TASK: Within the records below is a range that opens at the line with "if not arm and" and closes at the line with "engine.finalize_object()". Return that range word for word, both ends included, and only that range.

DATA EXCERPTS:

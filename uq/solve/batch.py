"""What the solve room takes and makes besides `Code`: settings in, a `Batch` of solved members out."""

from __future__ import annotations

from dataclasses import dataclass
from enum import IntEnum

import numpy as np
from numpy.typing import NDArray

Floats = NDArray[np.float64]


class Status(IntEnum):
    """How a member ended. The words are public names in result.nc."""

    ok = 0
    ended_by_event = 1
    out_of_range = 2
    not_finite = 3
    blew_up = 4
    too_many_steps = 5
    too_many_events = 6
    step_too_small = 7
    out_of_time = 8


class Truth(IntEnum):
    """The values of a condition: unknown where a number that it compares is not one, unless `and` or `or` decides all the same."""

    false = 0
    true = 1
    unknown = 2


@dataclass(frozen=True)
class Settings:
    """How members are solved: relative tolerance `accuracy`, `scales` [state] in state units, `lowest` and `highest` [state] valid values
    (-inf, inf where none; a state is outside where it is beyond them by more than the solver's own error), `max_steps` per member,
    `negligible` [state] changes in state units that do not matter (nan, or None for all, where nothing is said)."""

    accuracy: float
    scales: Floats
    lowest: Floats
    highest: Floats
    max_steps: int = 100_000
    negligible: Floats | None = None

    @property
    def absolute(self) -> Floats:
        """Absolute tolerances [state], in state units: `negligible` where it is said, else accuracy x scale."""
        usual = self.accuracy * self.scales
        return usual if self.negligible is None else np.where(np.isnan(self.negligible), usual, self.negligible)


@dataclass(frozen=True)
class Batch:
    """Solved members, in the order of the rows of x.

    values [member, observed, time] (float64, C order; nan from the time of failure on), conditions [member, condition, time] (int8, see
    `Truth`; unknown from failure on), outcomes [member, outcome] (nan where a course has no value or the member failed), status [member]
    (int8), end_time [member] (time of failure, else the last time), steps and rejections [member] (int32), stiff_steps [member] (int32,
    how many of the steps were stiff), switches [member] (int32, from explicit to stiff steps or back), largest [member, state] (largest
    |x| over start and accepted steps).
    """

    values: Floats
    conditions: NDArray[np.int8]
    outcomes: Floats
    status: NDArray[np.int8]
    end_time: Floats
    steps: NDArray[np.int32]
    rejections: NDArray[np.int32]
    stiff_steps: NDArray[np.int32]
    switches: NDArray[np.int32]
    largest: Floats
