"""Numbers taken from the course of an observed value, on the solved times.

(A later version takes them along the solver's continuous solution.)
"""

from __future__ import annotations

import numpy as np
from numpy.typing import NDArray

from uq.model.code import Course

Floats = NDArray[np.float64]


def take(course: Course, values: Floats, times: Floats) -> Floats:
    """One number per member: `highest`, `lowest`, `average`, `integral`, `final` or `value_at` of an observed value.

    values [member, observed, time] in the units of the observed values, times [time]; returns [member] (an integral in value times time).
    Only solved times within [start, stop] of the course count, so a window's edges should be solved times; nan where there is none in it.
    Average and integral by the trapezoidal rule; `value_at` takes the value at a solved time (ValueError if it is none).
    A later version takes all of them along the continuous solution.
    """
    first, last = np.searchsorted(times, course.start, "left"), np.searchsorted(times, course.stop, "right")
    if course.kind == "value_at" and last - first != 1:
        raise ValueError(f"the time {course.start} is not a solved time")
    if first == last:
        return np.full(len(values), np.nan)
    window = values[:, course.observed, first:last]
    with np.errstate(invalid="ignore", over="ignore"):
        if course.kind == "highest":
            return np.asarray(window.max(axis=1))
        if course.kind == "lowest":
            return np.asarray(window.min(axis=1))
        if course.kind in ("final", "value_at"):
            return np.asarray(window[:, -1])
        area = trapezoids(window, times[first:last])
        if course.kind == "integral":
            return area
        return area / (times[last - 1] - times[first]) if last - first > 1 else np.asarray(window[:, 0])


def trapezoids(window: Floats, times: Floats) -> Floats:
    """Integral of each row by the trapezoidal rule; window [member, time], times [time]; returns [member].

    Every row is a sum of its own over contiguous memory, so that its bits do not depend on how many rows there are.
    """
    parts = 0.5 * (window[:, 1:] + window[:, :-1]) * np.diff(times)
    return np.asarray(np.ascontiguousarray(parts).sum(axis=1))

==

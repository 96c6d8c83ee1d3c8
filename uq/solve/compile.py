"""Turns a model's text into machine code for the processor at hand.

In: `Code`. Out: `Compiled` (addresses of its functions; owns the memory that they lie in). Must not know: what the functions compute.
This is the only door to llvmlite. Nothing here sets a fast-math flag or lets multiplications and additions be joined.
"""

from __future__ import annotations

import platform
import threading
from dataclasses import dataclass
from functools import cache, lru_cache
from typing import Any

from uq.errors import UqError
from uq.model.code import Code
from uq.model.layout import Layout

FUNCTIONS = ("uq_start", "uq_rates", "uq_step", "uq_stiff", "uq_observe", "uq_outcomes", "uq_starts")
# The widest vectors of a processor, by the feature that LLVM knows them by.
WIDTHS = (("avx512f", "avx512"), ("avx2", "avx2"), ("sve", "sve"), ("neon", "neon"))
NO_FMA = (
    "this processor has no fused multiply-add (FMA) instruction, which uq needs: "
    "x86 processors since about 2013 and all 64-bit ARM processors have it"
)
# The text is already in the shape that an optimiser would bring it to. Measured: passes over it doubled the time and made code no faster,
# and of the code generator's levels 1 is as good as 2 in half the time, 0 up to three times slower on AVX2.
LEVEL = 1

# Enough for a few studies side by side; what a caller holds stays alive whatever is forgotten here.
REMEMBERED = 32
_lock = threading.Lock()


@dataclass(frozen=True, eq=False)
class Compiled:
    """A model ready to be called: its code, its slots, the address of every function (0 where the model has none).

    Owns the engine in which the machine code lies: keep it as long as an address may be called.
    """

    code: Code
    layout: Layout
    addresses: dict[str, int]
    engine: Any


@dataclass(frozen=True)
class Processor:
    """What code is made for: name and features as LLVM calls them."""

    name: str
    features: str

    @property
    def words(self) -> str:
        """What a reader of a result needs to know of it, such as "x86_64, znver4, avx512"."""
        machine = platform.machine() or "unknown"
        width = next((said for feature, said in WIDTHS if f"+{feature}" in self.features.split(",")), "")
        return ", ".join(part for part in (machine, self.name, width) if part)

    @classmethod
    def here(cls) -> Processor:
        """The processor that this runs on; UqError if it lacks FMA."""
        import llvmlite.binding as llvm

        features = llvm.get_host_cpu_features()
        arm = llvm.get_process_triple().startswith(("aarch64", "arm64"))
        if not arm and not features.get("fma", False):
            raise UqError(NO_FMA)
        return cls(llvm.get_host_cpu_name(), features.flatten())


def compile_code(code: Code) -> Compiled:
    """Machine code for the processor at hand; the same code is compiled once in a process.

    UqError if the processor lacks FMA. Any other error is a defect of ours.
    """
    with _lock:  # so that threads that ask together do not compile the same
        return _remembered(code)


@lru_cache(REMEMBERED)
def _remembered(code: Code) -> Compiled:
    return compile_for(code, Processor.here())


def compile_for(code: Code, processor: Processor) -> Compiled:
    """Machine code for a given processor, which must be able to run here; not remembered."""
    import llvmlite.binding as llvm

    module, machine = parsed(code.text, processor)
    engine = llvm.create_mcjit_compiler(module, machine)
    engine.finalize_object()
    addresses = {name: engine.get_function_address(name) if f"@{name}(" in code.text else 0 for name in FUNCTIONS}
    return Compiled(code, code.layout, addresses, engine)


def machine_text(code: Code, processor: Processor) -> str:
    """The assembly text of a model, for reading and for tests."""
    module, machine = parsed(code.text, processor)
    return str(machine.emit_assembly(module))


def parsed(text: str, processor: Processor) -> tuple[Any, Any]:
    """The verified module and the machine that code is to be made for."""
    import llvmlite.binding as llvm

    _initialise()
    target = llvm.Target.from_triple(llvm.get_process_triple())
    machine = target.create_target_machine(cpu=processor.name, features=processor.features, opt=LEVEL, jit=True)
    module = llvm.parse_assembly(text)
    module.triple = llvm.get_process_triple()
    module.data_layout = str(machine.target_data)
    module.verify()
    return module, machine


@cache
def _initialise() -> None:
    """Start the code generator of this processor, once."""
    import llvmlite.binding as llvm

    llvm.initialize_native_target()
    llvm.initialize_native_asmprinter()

PROBLEM SOLUTION:
        if not arm and not features.get("fma", False):
            raise UqError(NO_FMA)
        return cls(llvm.get_host_cpu_name(), features.flatten())


def compile_code(code: Code) -> Compiled:
    """Machine code for the processor at hand; the same code is compiled once in a process.

    UqError if the processor lacks FMA. Any other error is a defect of ours.
    """
    with _lock:  # so that threads that ask together do not compile the same
        return _remembered(code)


@lru_cache(REMEMBERED)
def _remembered(code: Code) -> Compiled:
    return compile_for(code, Processor.here())


def compile_for(code: Code, processor: Processor) -> Compiled:
    """Machine code for a given processor, which must be able to run here; not remembered."""
    import llvmlite.binding as llvm

    module, machine = parsed(code.text, processor)
    engine = llvm.create_mcjit_compiler(module, machine)
    engine.finalize_object()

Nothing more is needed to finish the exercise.